def test_a_column_that_turns_bad_after_the_first_block_is_flagged_row_by_row() -> None:
    blocks = read(b"a,b\n1,2\n3,4\n5,x\n6,y\n", rows=2)

    assert [sorted(block.bad) for block in blocks] == [[], [0, 1]]


def test_unused_columns_are_never_judged() -> None:
    block = read_one("time,a,note\n2031-05-01,1,é_x\n2031-05-02,2,inf\n".encode(), [1])

    assert bits(block.columns[0]) == bits([1.0, 2.0])
    assert block.bad == {}


def test_blank_lines_are_dropped_and_counted() -> None:
    body = b"a,b\n\n1,2\n  \n\t\n3,4\n\n5,6\n\n"
    for block in (read_one(body), read_one(body.replace(b"\n", b"\r\n")), read_one(body + b'"7"x,8\n')):
        assert block.lines[:3] == [b"1,2", b"3,4", b"5,6"]
        assert block.line_numbers[:3].tolist() == [3, 6, 8]
    single = read_one(b'a\n1\n\n ""\n""\n  \n2', [0])
    tabs = read_one(b"a\tb\n1\t2\n\t\n  \n", [0])

    assert single.line_numbers.tolist() == [2, 4, 5, 7]
    assert tabs.lines == [b"1\t2", b"\t"]


def test_a_block_of_nothing_but_blank_lines_is_passed_over() -> None:
    blocks = read(b"a,b\n1,2\n\n\n\n\n3,4\n", rows=2)

    assert [block.line_numbers.tolist() for block in blocks] == [[2], [7]]


def test_quoted_cells_may_have_delimiters_quotes_and_line_breaks() -> None:
    body = b'n,a,b\n"x,1",1,2\r\n"he said ""no""",3,4\n"two\r\nlines, ""2""",5,6\n"",7,8\n"""",9,"10"\nend,"11",12'
    for used in (body, body + b"\n" + STRAY + b",0,0"):
        block = read_one(used, [1, 2])

        assert block.columns[0][:6].tolist() == [1, 3, 5, 7, 9, 11]
        assert block.columns[1][:6].tolist() == [2, 4, 6, 8, 10, 12]
        assert block.lines[0] == b'"x,1",1,2'
        assert block.lines[2] == b'"two\r\nlines, ""2""",5,6'
        assert block.line_numbers[:6].tolist() == [2, 3, 4, 6, 7, 8]
        assert not set(block.bad) & set(range(6))


def test_a_number_broken_by_a_line_break_is_bad() -> None:
    for tail in (b"", STRAY + b",0\n"):
        block = read_one(b'a,b\n"1\n2",3\n4,5\n' + tail)

        assert block.bad[0] == "cell '1\\n2' in column a is not a number"


def test_lines_with_a_number_sign_are_data() -> None:
    assert read_one(b"a,b\n#1,2\n3,4\n").bad == {0: "cell '#1' in column a is not a number"}


@pytest.mark.parametrize("tail", [b"", STRAY + b",0\n"], ids=["arranged", "walked"])
def test_a_line_with_too_few_or_too_many_cells_is_bad_and_the_others_are_not(tail: bytes) -> None:
    block = read_one(b"a,b\n1,2\n3\n4,5,6\n7,8,\n9,10\n" + tail)

    assert [block.bad.get(row) for row in range(5)] == [
        None,
        "1 cell where the header has 2",
        "3 cells where the header has 2",
        "3 cells where the header has 2",
        None,
    ]
    assert bits(block.columns[1][:5]) == bits([2, math.nan, math.nan, math.nan, 10])


def test_lines_that_are_wrong_by_one_each_way_are_not_taken_for_right_ones() -> None:
    block = read_one(b"a,b,c\n1,2\n3,4,5,6\n7,8,9\n", [0, 1, 2])

    assert set(block.bad) == {0, 1}


def test_a_delimiter_at_the_end_of_header_and_lines_is_an_empty_column() -> None:
    assert read_one(b"a,b,\n1,2,\n").bad == {}


@pytest.mark.parametrize("tail", [b"", b'"1"x,0\n'], ids=["arranged", "walked"])
def test_a_cell_over_the_limit_makes_its_row_bad_counted_in_characters(tail: bytes) -> None:
    right, wrong = "µ" * 1000, "µ" * 1001
    block = read_one(f'a,n\n1,{right}\n2,{wrong}\n3,"{right}"\n4,"{wrong}"\n'.encode() + tail, [0])

    assert [row for row in range(4) if row in block.bad] == [1, 3]
    assert block.bad[1] == f"cell '{'µ' * 40}…' is longer than 1000 characters"
    assert bits(block.columns[0][:4]) == bits([1, math.nan, 3, math.nan])


def test_a_line_longer_than_a_block_is_one_bad_row() -> None:
    blocks = read(b"a,b\n1,2\n" + b"1" * (BLOCK_BYTES + 1) + b"\n3,4\n")

    assert [block.line_numbers.tolist() for block in blocks] == [[2], [3], [4]]
    assert [block.bad for block in blocks] == [{}, {0: f"the line is longer than {BLOCK_BYTES} bytes"}, {}]


@pytest.mark.parametrize(
    ("line", "reason"),
    [
        (b'1,"2"x', "text follows the closing quote of cell '\"2\"x'"),
        (b'1,"2" ', "text follows the closing quote of cell '\"2\" '"),
        (b'1,5" pipe', "cell '5\" pipe' in column b is not a number"),
        (b'1,"2', "a quote that opens on line 3 is not closed"),
        (b'1,"2""', "a quote that opens on line 3 is not closed"),
        (b'1,"', "a quote that opens on line 3 is not closed"),
        (b'"1,2', "a quote that opens on line 3 is not closed"),
    ],
)
def test_a_quote_out_of_place_makes_its_own_line_bad(line: bytes, reason: str) -> None:
    for end in (b"\n", b"\r\n"):
        block = read_one(end.join([b"a,b", b"0,0", line, b"3,4", b"5,6"]))

        assert block.bad == {1: reason}
        assert block.lines == [b"0,0", line, b"3,4", b"5,6"]
        assert bits(block.columns[1]) == bits([0, math.nan, 4, 6])


def test_a_stray_quote_does_not_pair_with_one_lines_later() -> None:
    block = read_one(b'n,a\n"x",1\n"x,2\n"x",3\n"x","4\n"x",5\n', [1])

    assert [block.bad.get(row, "")[:7] for row in range(5)] == ["", "a quote", "", "a quote", ""]
    assert bits(block.columns[0]) == bits([1, math.nan, 3, math.nan, 5])


def test_a_quote_in_the_midst_of_a_passed_cell_is_text() -> None:
    block = read_one(b'n,a\n5" pipe,1\n2" "x",2\n', [1])

    assert block.columns[0].tolist() == [1, 2]
    assert block.bad == {}


def test_a_quote_that_would_swallow_many_lines_refuses_the_table_in_the_first_block_only() -> None:
    body = b'a,b\n1,2\n3,"4\n' + b"5,6\n" * (QUOTED_LINES + 1)
    error = refusal(body)
    blocks = read(body, rows=1)

    assert (error.status, error.code, error.line) == (400, "unclosed_quote", 3)
    assert blocks[1].bad == {0: "a quote that opens on line 3 is not closed"}
    assert sum(len(block.lines) for block in blocks) == QUOTED_LINES + 3
    assert all(not block.bad for block in blocks[2:])


def test_a_quoted_cell_of_a_hundred_lines_is_read_and_a_longer_one_is_not() -> None:
    head = b"n,a\n0,1\n"
    block = read_one(head + b'"' + b"x\n" * QUOTED_LINES + b'",2\n3,4\n', [1])

    assert block.columns[0].tolist() == [1, 2, 4]
    assert refusal(head + b'"' + b"x\n" * (QUOTED_LINES + 1) + b'",2\n', [1]).line == 3


def test_what_is_read_does_not_depend_on_the_size_of_blocks() -> None:
    body = (
        b'a,b,n\n1,2,x\n\n3,,"two\nlines"\n4,err,\n5,6\n7,8,9,10\n"11","12.5",5" pipe\n13,"1"x,\n'
        + b"14,1e-3,0\n\n\n" * 40
    )
    whole = read_one(body)
    for rows in (1, 2, 3, 5, 17):
        blocks = read(body, rows=rows)

        assert max(len(block.lines) for block in blocks) <= rows
        assert [line for block in blocks for line in block.lines] == whole.lines
        assert np.concatenate([block.line_numbers for block in blocks]).tolist() == whole.line_numbers.tolist()
        assert all(block.first_line == block.line_numbers[0] for block in blocks)
        for column in range(2):
            assert bits(np.concatenate([block.columns[column] for block in blocks])) == bits(whole.columns[column])
        bad = [block.bad.get(row) for block in blocks for row in range(len(block.lines))]
        assert bad == [whole.bad.get(row) for row in range(len(whole.lines))]
        assert answer(body, rows=rows) == answer(body)


def test_columns_come_in_the_order_asked_for() -> None:
    block = read_one(b"a,b,c\n1,2,3\n", [2, 0, 2])

    assert [column.tolist() for column in block.columns] == [[3], [1], [3]]


plain_cells = st.one_of(
    st.sampled_from(NUMBERS + NOT_NUMBERS + MISSING),
    st.floats(allow_nan=False, allow_infinity=False).map(repr),
    st.decimals(-10_000, 10_000, places=3).map(str),
    st.text(st.characters(codec="utf-8", exclude_characters="\0\r"), max_size=8),
)
tables = st.lists(st.lists(plain_cells, min_size=3, max_size=3), min_size=1, max_size=20)


@settings(derandomize=True, deadline=None, max_examples=300)
@given(table=tables, delimiter=st.sampled_from(",;\t"), end=st.sampled_from(["\n", "\r\n"]), quote_all=st.booleans())
def test_arranged_and_walked_blocks_agree_with_a_plain_reading_bit_for_bit(
    table: list[list[str]], delimiter: str, end: str, quote_all: bool
) -> None:
    text = io.StringIO()
    csv.writer(
        text, delimiter=delimiter, lineterminator=end, quoting=csv.QUOTE_ALL if quote_all else csv.QUOTE_MINIMAL
    ).writerows([["a", "b", "c"], ["0", "0", "0"], *table])
    body = text.getvalue().encode()
    header = open_table(body).header.line_text.encode()
    arranged = read_one(body, [0, 1, 2])
    walked = read_one(body + (STRAY + delimiter.encode() * 2), [0, 1, 2])
    rows = len(arranged.lines)

    assert rows == len(table) + 1
    assert walked.lines[:rows] == arranged.lines
    assert end.encode().join([header, *arranged.lines, b""]) == body
    assert walked.line_numbers[:rows].tolist() == arranged.line_numbers.tolist()
    assert {row: reason for row, reason in walked.bad.items() if row < rows} == arranged.bad
    for index, (column, again) in enumerate(zip(arranged.columns, walked.columns, strict=True)):
        wanted = [0.0] + [plain_reading(row[index]) for row in table]
        whole = [max(map(len, row)) <= 1000 for row in [["0"], *table]]
        assert bits(column) == bits([w if ok else math.nan for w, ok in zip(wanted, whole, strict=True)])
        assert bits(again[:rows]) == bits(column)


def plain_reading(cell: str) -> float:
    """Return the number in a cell by the plainest means: ``float`` less what it takes too much."""
    text = cell.strip(" \t\n\r\v\f")
    if not text.isascii() or "_" in text or text != text.strip():
        return math.nan
    try:
        number = float(text)
    except ValueError:
        return math.nan
    return number if math.isfinite(number) else math.nan


def test_results_stand_behind_the_untouched_lines() -> None:
    body = b'a [kn], n\r\n 1.50 ,"x, ""y"""\r\n\r\nNA,2031-05-01T00:00:00Z\r\nbad,\xc2\xb5'

    assert answer(body) == (
        b"a [kn], n,flux [mmol m-2 d-1],quality_flag,quality_reason\n"
        b' 1.50 ,"x, ""y""",1.5,1,\n'
        b"NA,2031-05-01T00:00:00Z,,1,\n"
        b"bad,\xc2\xb5,,4,cell 'bad' in column a is not a number\n"
    )


@pytest.mark.parametrize("tail", [b"", b'0,"1"x\n'], ids=["arranged", "walked"])
def test_results_stand_under_their_headers_in_every_row(tail: bytes) -> None:
    body = b'a,b\n1,2\n3\n4,5,6\n7,8,\n"9\n9",1\n10,"11\n12,13\n' + tail
    header, *rows = csv.reader(io.StringIO(answer(body).decode(), newline=""), strict=not tail)

    assert header == ["a", "b", "flux [mmol m-2 d-1]", "quality_flag", "quality_reason"]
    assert [row[2:] for row in rows[:7]] == [
        ["1.0", "1", ""],
        ["", "4", "1 cell where the header has 2"],
        ["", "4", "3 cells where the header has 2", "6"],
        ["", "4", "3 cells where the header has 2", ""],
        ["", "4", "cell '9\\n9' in column a is not a number"],
        ["", "4", "a quote that opens on line 8 is not closed"],
        ["12.0", "1", ""],
    ]
    assert [row[:2] for row in rows[:7]] == [
        *[["1", "2"], ["3", ""], ["4", "5"], ["7", "8"], ["9\n9", "1"], ["10", "11"], ["12", "13"]]
    ]


def test_missing_results_are_written_as_asked() -> None:
    block = read_one(b"a\n1\n2\n3\n", [0])
    results = np.array([1.5, np.nan, np.inf])

    assert answer_lines(block, ",", [results], [], b"") == b"1,1.5\n2,\n3,\n"
    assert answer_lines(block, ",", [results], [], b"NaN") == b"1,1.5\n2,NaN\n3,NaN\n"


def test_written_numbers_read_back_exactly_and_integers_have_no_point() -> None:
    numbers = np.array([0.1, -0.0, 1e16, 5e-324, 1.7976931348623157e308, 1 / 3, 123456789.0])
    block = read_one(b"a\n" + b"1\n" * len(numbers), [0])
    strided = np.repeat(numbers, 2)[::2]
    flags = np.full(len(numbers), 9)
    lines = answer_lines(block, ";", [numbers, strided], [flags], b"").decode().splitlines()

    assert bits([float(line.split(";")[1]) for line in lines]) == bits(numbers)
    assert [line.split(";")[1] for line in lines] == [line.split(";")[2] for line in lines]
    assert {line.split(";")[3] for line in lines} == {"9"}


def test_texts_and_headers_are_quoted_only_where_they_must_be() -> None:
    table = open_table(b"a;b\n1;2\n")
    (block,) = table.blocks([0])
    texts: list[list[str] | np.ndarray] = [
        ["plain, with comma"],
        ['two; "halves"'],
        ["two\nlines"],
        [""],
        np.array(["text"]),
    ]
    line = answer_lines(block, ";", [], texts, b"")
    header = answer_header(table.header, ["x [m s-1]", "y;z"])

    assert line == b'1;2;plain, with comma;"two; ""halves""";"two\nlines";;text\n'
    assert header == b'a;b;x [m s-1];"y;z"\n'


def test_a_cell_is_shown_cut_and_on_one_line() -> None:
    assert shown("a\tb\nµ\x1b\u202e") == "'a\\tb\\nµ\\x1b\\u202e'"
    assert shown("x" * 41) == f"'{'x' * 40}…'"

## What you need to do
Check every line above for the string "tolist" and copy those that have it.

## Result for this task
        assert block.line_numbers[:3].tolist() == [3, 6, 8]
    assert single.line_numbers.tolist() == [2, 4, 5, 7]
    assert [block.line_numbers.tolist() for block in blocks] == [[2], [7]]
        assert block.columns[0][:6].tolist() == [1, 3, 5, 7, 9, 11]
        assert block.columns[1][:6].tolist() == [2, 4, 6, 8, 10, 12]
        assert block.line_numbers[:6].tolist() == [2, 3, 4, 6, 7, 8]
    assert [block.line_numbers.tolist() for block in blocks] == [[2], [3], [4]]
    assert block.columns[0].tolist() == [1, 2]
    assert block.columns[0].tolist() == [1, 2, 4]
        assert np.concatenate([block.line_numbers for block in blocks]).tolist() == whole.line_numbers.tolist()
    assert [column.tolist() for column in block.columns] == [[3], [1], [3]]
    assert walked.line_numbers[:rows].tolist() == arranged.line_numbers.tolist()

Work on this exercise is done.